A personal perspective first, and then some issues of concern.

To tweet or not to tweet

Everyone has their own experience of Twitter, which makes it hard to generalise. Mine’s changed over time, though I’ve never used it as a way to reach out to the world in the way that others have. So where’s its value lain for me, and how’s that changed?

At first I used it as a personal diary and a challenge. How could I summarise an experience – a place, a play, a book, a film, a gig – in (first) 140 or (later) 280 characters? Back there in my Twitter timeline there are hundreds of such summaries from early days.

In COVID-19 pandemic lockdown, I added links to spots of culture that I’d like later to reach again: online art galleries, tracks from the albums that accompanied my days of desk-bound writing and dog walks.

I’m not a social media fan (and don’t use Facebook), so it also proved a way to keep up with the lives of a few close friends (or, as photographs and videos became attached, their gardens, cats and dogs).

So far so harmless. As time went by, though, the febrile state of world and British politics intruded.
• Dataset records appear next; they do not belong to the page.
import { EngineeringInputError } from './errors'

/**
 * ASCE 7 Table 12.2-1 rows for steel buckling-restrained braced frames, by edition, as data.
 * Height limits in feet by seismic design category; `null` means NL (not limited).
 * Status tags follow the engineering reference §2: 'P' partly verified, 'M' from memory.
 * Have someone with the standards sign off the 'M' rows before they become product defaults.
 */

/** ASCE 7 editions with BRBF rows here. */
export type Asce7Edition = '7-05' | '7-10' | '7-16' | '7-22'

/** Seismic design categories with a height-limit column in Table 12.2-1. */
export type SeismicDesignCategory = 'B' | 'C' | 'D' | 'E' | 'F'

/** One BRBF row of ASCE 7 Table 12.2-1. */
export interface BrbfSystemRow {
  edition: Asce7Edition
  /** Row label in the table, e.g. 'B.26'. */
  row: string
  /** 'building_frame' (Table 12.2-1 part B) or 'dual_smf' (dual system with special moment frames, part D). */
  systemType: 'building_frame' | 'dual_smf'
  /** Through 7-05 the table split BRBF by beam-column connection; `null` for later editions. */
  beamColumnConnection: 'moment_resisting' | 'non_moment_resisting' | null
  /** AISC 341 / ASCE 7 detailing reference section. */
  detailingSection: string
  r: number
  omega0: number
  cd: number
  /** Height limit in ft by SDC; null = NL (not limited). */
  heightLimitFt: Record<SeismicDesignCategory, number | null>
  status: 'P' | 'M'
  source: string
  note?: string
}

const LIMITED = { B: null, C: null, D: 160, E: 160, F: 100 } as const
const UNLIMITED = { B: null, C: null, D: null, E: null, F: null } as const

/** BRBF rows of ASCE 7 Table 12.2-1 (engineering reference §2). */
export const BRBF_SYSTEM_ROWS: readonly BrbfSystemRow[] = Object.freeze([
  {
    edition: '7-05', row: 'B.25', systemType: 'building_frame', beamColumnConnection: 'non_moment_resisting',
    detailingSection: '14.1', r: 7, omega0: 2, cd: 5.5, heightLimitFt: { ...LIMITED }, status: 'P',
    source: 'ASCE 7-05 Table 12.2-1',
  },
  {
    edition: '7-05', row: 'B.26', systemType: 'building_frame', beamColumnConnection: 'moment_resisting',
    detailingSection: '14.1', r: 8, omega0: 2.5, cd: 5, heightLimitFt: { ...LIMITED }, status: 'P',
    source: 'ASCE 7-05 Table 12.2-1',
  },
  {
    edition: '7-10', row: 'B.26', systemType: 'building_frame', beamColumnConnection: null,
    detailingSection: '14.1', r: 8, omega0: 2.5, cd: 5, heightLimitFt: { ...LIMITED }, status: 'P',
    source: 'ASCE 7-10 Table 12.2-1', note: 'Values partly verified; the row label is from memory.',
  },
  {
    edition: '7-16', row: 'B.26', systemType: 'building_frame', beamColumnConnection: null,
    detailingSection: '14.1', r: 8, omega0: 2.5, cd: 5, heightLimitFt: { ...LIMITED }, status: 'P',
    source: 'ASCE 7-16 Table 12.2-1',
  },
  {
    edition: '7-16', row: 'D.3', systemType: 'dual_smf', beamColumnConnection: null,
    detailingSection: '14.1', r: 8, omega0: 2.5, cd: 5, heightLimitFt: { ...UNLIMITED }, status: 'M',
    source: 'ASCE 7-16 Table 12.2-1',
  },
  {
    edition: '7-22', row: 'B.26', systemType: 'building_frame', beamColumnConnection: null,
    detailingSection: '14.1', r: 8, omega0: 2.5, cd: 5, heightLimitFt: { ...LIMITED }, status: 'M',
    source: 'ASCE 7-22 Table 12.2-1', note: 'Believed unchanged from 7-16; check the row label.',
  },
  {
    edition: '7-22', row: 'D.3', systemType: 'dual_smf', beamColumnConnection: null,
    detailingSection: '14.1', r: 8, omega0: 2.5, cd: 5, heightLimitFt: { ...UNLIMITED }, status: 'M',
    source: 'ASCE 7-22 Table 12.2-1', note: 'Believed unchanged from 7-16; check the row label.',
  },
].map((row) => Object.freeze(row as BrbfSystemRow)))

const EDITIONS: readonly Asce7Edition[] = ['7-05', '7-10', '7-16', '7-22']

/**
 * Find the BRBF row for an edition and system type (default 'building_frame'). For 7-05, pass
 * `beamColumnConnection` to pick between the two rows (R = 7 without, R = 8 with moment-resisting
 * connections). Returns `undefined` when no row matches or the choice is ambiguous.
 * Throws `EngineeringInputError` (field `edition`) for an unknown edition.
 */
export function findBrbfSystemRow(options: {
  edition: Asce7Edition
  systemType?: BrbfSystemRow['systemType']
  beamColumnConnection?: 'moment_resisting' | 'non_moment_resisting'
}): BrbfSystemRow | undefined {
  const { edition, systemType = 'building_frame', beamColumnConnection } = options
  if (!EDITIONS.includes(edition)) {
    throw new EngineeringInputError('edition', `must be one of ${EDITIONS.join(', ')} (got ${JSON.stringify(edition)}).`)
  }
  const rows = BRBF_SYSTEM_ROWS.filter(
    (row) =>
      row.edition === edition &&
      row.systemType === systemType &&
      (row.beamColumnConnection === null || beamColumnConnection === undefined || row.beamColumnConnection === beamColumnConnection),
  )
  return rows.length === 1 ? rows[0] : undefined
}

/**
 * Height limit in ft of a row for a seismic design category, `null` for NL (not limited).
 * The 12.2.5.4 increase (160 → 240 ft in SDC D/E, 100 → 160 ft in SDC F, from memory) is not applied.
 */
export function heightLimitFt(row: BrbfSystemRow, sdc: SeismicDesignCategory): number | null {
  if (!(sdc in row.heightLimitFt)) {
    throw new EngineeringInputError('sdc', `must be one of B, C, D, E, F (got ${JSON.stringify(sdc)}); SDC A has no Table 12.2-1 limit.`)
  }
  return row.heightLimitFt[sdc]
}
From a positive perspective, it became a source: a wider range of public interest media and commentary. More negatively, a place where I could choose, if I so wished, to rage against injustice and vacuity. The temptation to do so could be intense, despite the pointlessness.

More seriously, it’s been (and just about remains) a useful way of identifying important articles by other commentators on the digital society. My thanks are due to many fellow swimmers in this growing ocean who tweet good things they’ve spied. And to the serendipity that Twitter used to offer in alerting me.

Twitter today

How’s that experience changed since Elon Musk’s takeover?

There’s lots of talk online, and naturally on Twitter, about this question. Drastic cuts in staffing, changed attitudes to moderation and more efforts to monetise the platform (in the hope it can finally make profits) have certainly been evident.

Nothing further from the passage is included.